2.2.2. PyTorch Image Classifier¶
The PyTorch Generic Image Classifier is a class that can be used for creating user defined classifier. It can be used for training and evaluating the model. The users can directly use the pre-trained model for making predictions or the users can fine-tune the pre-trained model with additional training data. The pre-trained model provides a good test accuracy (97.31% for rooftpye classification) if the test data come from the same distribution as the training data. However, it is recommended that the users should fine-tune the pre-trained model due to the out-of-distribution generalization issue of neural networks (https://arxiv.org/pdf/1903.12261.pdf).
Methods
init
modelName Name of the model default = ‘rooftype_resnet18_v1’
imgDir Directories for training data
valimgDir Directories for validation data
download Downlaod the pre-trained model default = False
random_split Ratio to split the data into a training set and a validation set if validation data is not provided.
resultFile Name of the result file for predicting multple images. default = preds.csv
workDir The working directory default = tmp
printRes Show the probability and prediction default=True
printConfusionMatrix Whether to print the confusion matrix or not default=False
train
lr1: default=0.01
epochs: default==10
batch_size: default==64
plot: default==False
**fine_tuning*
lr1: default=0.001
epochs: default==10
batch_size: default==32
plot: default==False
predictOneImage
imagePath: Path to a single image
predictMultipleImages
imagePathList: A list of image paths
resultFile: The name of the result filename default=None
predictOneDirectory
directory_name: Directory for saving all the images
resultFile: The name of the result filename default=None
2.2.2.1. Description¶
This class implements the abstraction of an image classifier implemented based on PyTorch, it can be first used to train the classifier. Once trained, the classifier can be used to predict the class of each image given a set of images.
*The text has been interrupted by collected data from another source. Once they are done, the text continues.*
"""The site summary report as one self-contained HTML file.

``build_report_html(data)`` returns the HTML text of the tables of :mod:`tracescreen.report.tables`:
the caution first, then job and scope, limit tables with their full citations, the status matrix,
exceedances, per-metal charts, summaries, trends, the retest list, rejected rows and method notes.
plotly.js is inlined once, so the file opens without a network.
"""

from __future__ import annotations

import html

import numpy as np
import pandas as pd

from tracescreen import vocabulary
from tracescreen._internal.text import format_date, format_number
from tracescreen.caution import CAUTION
from tracescreen.report.figures import analyte_figures, figure_divs, plotly_script
from tracescreen.report.tables import STATUS_ORDER, ReportData, named_values, only_sites, report_tables, status_matrix

#: legend text: the status's glyph and label, as on the dashboard (tracescreen.vocabulary)
STATUS_TEXT = {s: f"{vocabulary.GLYPH[s]} {vocabulary.LABEL[s]}" for s in vocabulary.STATUSES}

SECTIONS = [
    ("scope", "Job and scope"),
    ("limits", "Limit tables used"),
    ("status", "Status matrix"),
    ("exceedances", "Exceedances"),
    ("charts", "Results by metal"),
    ("summaries", "Summaries"),
    ("trends", "Trends"),
    ("retest", "Retest list"),
    ("labqc", "Laboratory QC review"),
    ("rejected", "Rejected rows"),
    ("methods", "Method notes"),
]
"""Report sections: (element id, heading), in order."""

def _cells(col: pd.Series) -> pd.Series:
    """Display text of a column (numbers to 6 significant figures, dates ISO, HTML-escaped)."""
    if pd.api.types.is_bool_dtype(col):
        text = col.map({True: "yes", False: "no"}).fillna("")
    elif pd.api.types.is_numeric_dtype(col):
        text = format_number(col.astype(float), 6)
    elif pd.api.types.is_datetime64_any_dtype(col):
        text = format_date(col)
    else:
        text = col.fillna("").astype(str)
    return text.map(html.escape)


def table_html(df: pd.DataFrame, table_id: str, cell_class: pd.DataFrame | None = None) -> str:
    """An HTML table of ``df`` (escaped), with ``data-col`` attributes on cells."""
    if df.empty:
        return f'<p class="none" id="{table_id}">None.</p>'
    head = "".join(f"<th>{html.escape(str(c))}</th>" for c in df.columns)
    cols = []
    for j, c in enumerate(df.columns):
        attr = f' data-col="{html.escape(str(c), quote=True)}"'
        if cell_class is not None and c in cell_class.columns:
            cls = cell_class[c].fillna("").astype(str).to_numpy()
            cols.append("<td" + attr + ' class="' + cls.astype(object) + '">' + _cells(df[c]).to_numpy() + "</td>")
        else:
            cols.append(("<td" + attr + ">" + _cells(df[c]) + "</td>").to_numpy())
    body_rows = np.sum(np.stack(cols, axis=1).astype(object), axis=1) if cols else []
    body = "".join("<tr>" + r + "</tr>\n" for r in body_rows)
    return (f'<div class="scroll"><table id="{table_id}"><thead><tr>{head}</tr></thead>'
            f"<tbody>\n{body}</tbody></table></div>")


_STATUS_CSS = "".join(f".{s}{{background:{vocabulary.TINT[s]}}}" for s in vocabulary.STATUSES)
_CSS = _STATUS_CSS + """
body{font-family:system-ui,-apple-system,"Segoe UI",sans-serif;margin:0 auto;max-width:1200px;padding:1rem 1.5rem;color:#1d2329}
h1{font-size:1.6rem;margin:.3rem 0}h2{border-bottom:2px solid #d0d7de;padding-bottom:.2rem;margin-top:2.2rem}
.caution{border:3px solid #9a3412;background:#fff7ed;padding:.8rem 1rem;font-size:1.05rem;margin:.8rem 0}
nav a{margin-right:.9rem}table{border-collapse:collapse;font-size:.85rem;margin:.4rem 0}
th,td{border:1px solid #d0d7de;padding:.2rem .45rem;text-align:left;vertical-align:top}
th{background:#f3f4f6;position:sticky;top:0}.scroll{overflow:auto;max-height:34rem}
.citation{margin:.2rem 0 .8rem 1rem}
td[data-col=note],td[data-col=detail],td[data-col=suggested_action],td[data-col=source],td[data-col=value]{min-width:24rem}
.none{color:#57606a;font-style:italic}.legend span{padding:.1rem .4rem;margin-right:.4rem;border:1px solid #d0d7de}
"""


def _section(sid: str, title: str, body: str) -> str:
    return f'<section id="{sid}"><h2>{html.escape(title)}</h2>\n{body}\n</section>\n'


def _limits_html(tables: pd.DataFrame, entries: pd.DataFrame) -> str:
    if tables.empty:
        return '<p class="none">No limit table applied to these results.</p>'
    parts = []
    for _, t in tables.iterrows():  # one block per limit table (a handful)
        tid = str(t["table_id"])
        url = str(t.get("url", "") or "")
        link = f' <a href="{html.escape(url, quote=True)}">{html.escape(url)}</a>' if url and url != "nan" else ""
        notes = str(t.get("notes", "") or "")
        parts.append(
            f'<h3 id="limit-{html.escape(tid, quote=True)}">{html.escape(str(t["name"]))} ({html.escape(tid)})</h3>'
            f'<p class="citation"><b>Source:</b> {html.escape(str(t["source"]))}.{link}<br>'
            f'<b>Use protected:</b> {html.escape(str(t["use"]))}; table unit {html.escape(str(t.get("unit", "")))}'
            + (f"<br><b>Notes:</b> {html.escape(notes)}" if notes and notes != "nan" else "") + "</p>"
            + table_html(entries[entries["table_id"].eq(tid)].drop(columns="table_id"), f"entries-{tid}"))
    return "\n".join(parts)


def _matrix_html(matrix: pd.DataFrame) -> str:
    if matrix.empty:
        return '<p class="none">No site-sample results.</p>'
    classes = matrix.apply(lambda col: col.str.split(" ").str[0])
    legend = "".join(f'<span class="{s}">{html.escape(STATUS_TEXT[s])}</span>' for s in STATUS_ORDER)
    return f'<p class="legend">Worst status, k/n: {legend}</p>' + table_html(matrix.reset_index(), "status-matrix", classes)


def _lab_qc_html(data: ReportData) -> str:
    """The data review narrative of each batch, the QC values outside their windows, calibration fits."""
    if data.lab_qc_batches is None and data.calibration is None:
        return ('<p class="none">The files carry no laboratory QC rows and no calibration data was given: ask the '
                "laboratory for the QC summary of each batch (see <code>tracescreen labqc</code>).</p>")
    parts = []
    if data.lab_qc_batches is not None:
        parts.append("<h3>Data review narrative, by batch</h3>")
        parts += [f'<p class="narrative">{html.escape(str(t))}</p>' for t in data.lab_qc_batches["narrative"]]
        parts.append("<h3>QC values outside their windows or not judged</h3>")
        parts.append(table_html(data.lab_qc_verdicts, "labqc-verdicts-table") if len(data.lab_qc_verdicts)
                     else '<p class="none">Every QC value was judged and within its window.</p>')
    if data.calibration is not None:
        parts.append("<h3>Calibration</h3><p>Fits per analyte and run, with LOD = 3.3 σ / slope and "
                     "LOQ = 10 σ / slope (ICH Q2(R2)).</p>" + table_html(data.calibration, "calibration-table"))
    return "".join(parts)


def build_report_html(data: ReportData, site_ids=None, title: str | None = None) -> str:
    """The report as one self-contained HTML document (plotly.js inlined once; no network needed).

    Parameters
    ----------
    data : ReportData
    site_ids : list of str, optional
        Restrict to these sites.
    title : str, optional
        Page title (default names the sites).

    Returns
    -------
    str
        The HTML text.
    """
    tables = report_tables(data, site_ids)
    scr = only_sites(data.screening, site_ids)
    title = title or ("tracescreen site summary: " + (", ".join(site_ids) if site_ids else "all sites"))
    figures = analyte_figures(scr)
    summary_note = trend_note = ""
    if named_values(tables["summary"], "method"):
        summary_note = ("<p>Non-detect method: " + html.escape(named_values(tables["summary"], "method"))
                        + " (column <code>method</code>)"
                        + ("; upper confidence limit on the mean: " + html.escape(named_values(tables["summary"], "ucl_method"))
                           if named_values(tables["summary"], "ucl_method") else "") + ".</p>")
    if named_values(tables["trends"], "test"):
        trend_note = ("<p>Test used: " + html.escape(named_values(tables["trends"], "test")) + " (column <code>test</code>)"
                      + ("; slope: " + html.escape(named_values(tables["trends"], "slope_method"))
                         if named_values(tables["trends"], "slope_method") else "")
                      + ". Dates where a trend line reaches a limit are extrapolations: an indication only.</p>")
    bodies = {
        "scope": table_html(tables["scope"], "scope-table") + "<h3>Files read</h3>"
                 + table_html(tables["files"], "files-table"),
        "limits": _limits_html(tables["limit_tables"], tables["limit_entries"]),
        "status": _matrix_html(status_matrix(scr)),
        "exceedances": table_html(tables["exceedances"], "exceedances-table"),
        "charts": figure_divs(figures) if figures else '<p class="none">No site-sample results to plot.</p>',
        "summaries": summary_note + (table_html(tables["summary"], "summary-table") if data.summary is not None
                                     else '<p class="none">Summaries were not computed for this run.</p>')
                     + ("<h3>Results above each limit</h3><p>Count and proportion of results above each "
                        "applicable limit, with a 95 % binomial (Clopper-Pearson) interval; non-detects with "
                        "a detection limit above the limit are counted as undecided.</p>"
                        + table_html(tables["exceedance_rates"], "exceedance-rates-table")
                        if data.exceedance_rates is not None else ""),
        "trends": trend_note + (table_html(tables["trends"], "trends-table") if data.trends is not None
                                else '<p class="none">Trends were not computed for this run.</p>'),
        "retest": table_html(tables["retest"], "retest-table"),
        "labqc": _lab_qc_html(data),
        "rejected": table_html(tables["rejected"], "rejected-table"),
        "methods": table_html(tables["method_notes"], "methods-table"),
    }
    order = SECTIONS
    if data.wells is not None:  # wells against background and standards, before the method notes
        from tracescreen.report.wells import wells_section_html

        bodies["wells"] = wells_section_html(data.wells, site_ids, table_html)
        order = SECTIONS[:-1] + [("wells", "Wells against background and standards")] + SECTIONS[-1:]
    nav = "".join(f'<a href="#{sid}">{html.escape(t)}</a>' for sid, t in order)
    sections = "".join(_section(sid, t, bodies[sid]) for sid, t in order)
    return (
        "<!DOCTYPE html>\n<html lang=\"en\"><head><meta charset=\"utf-8\">"
        f"<title>{html.escape(title)}</title><style>{_CSS}</style>"
        f"<script>{plotly_script()}</script></head><body>\n"
        f"<h1>{html.escape(title)}</h1>\n"
        f'<div class="caution" id="caution" role="note"><b>Caution.</b> {html.escape(CAUTION)}</div>\n'
        f"<nav>{nav}</nav>\n{sections}</body></html>\n"
    )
This class can also be used to load a pre-trained model to make predictions. The loaded pre-trained model can be fine-tuned with provided images to overcome the out-of-distribution generalization issue of neural networks.
2.2.2.2. Example¶
The following is an example, in which a classifier is created and trained.
The image dataset for this example contains satellite images categorized according to roof type.
The dataset can be downloaded here.
When unzipped, the file gives the ‘roofType’. You need to set ‘’imgDir’’ to the corresponding directory. The roofType directory contains the images for training:
roofType
│── class_1
│ └── *.png
│── class_2
| └── *.png
│── ...
|
└── class_n
└── *.png
2.2.2.3. Construct the image classifier¶
# import the module
from brails.modules import PytorchImageClassifier
# initialize the classifier, give it a name and a directory
roofClassifier = PytorchImageClassifier(modelName='rooftype_resnet18_v1', imgDir='./roofType/')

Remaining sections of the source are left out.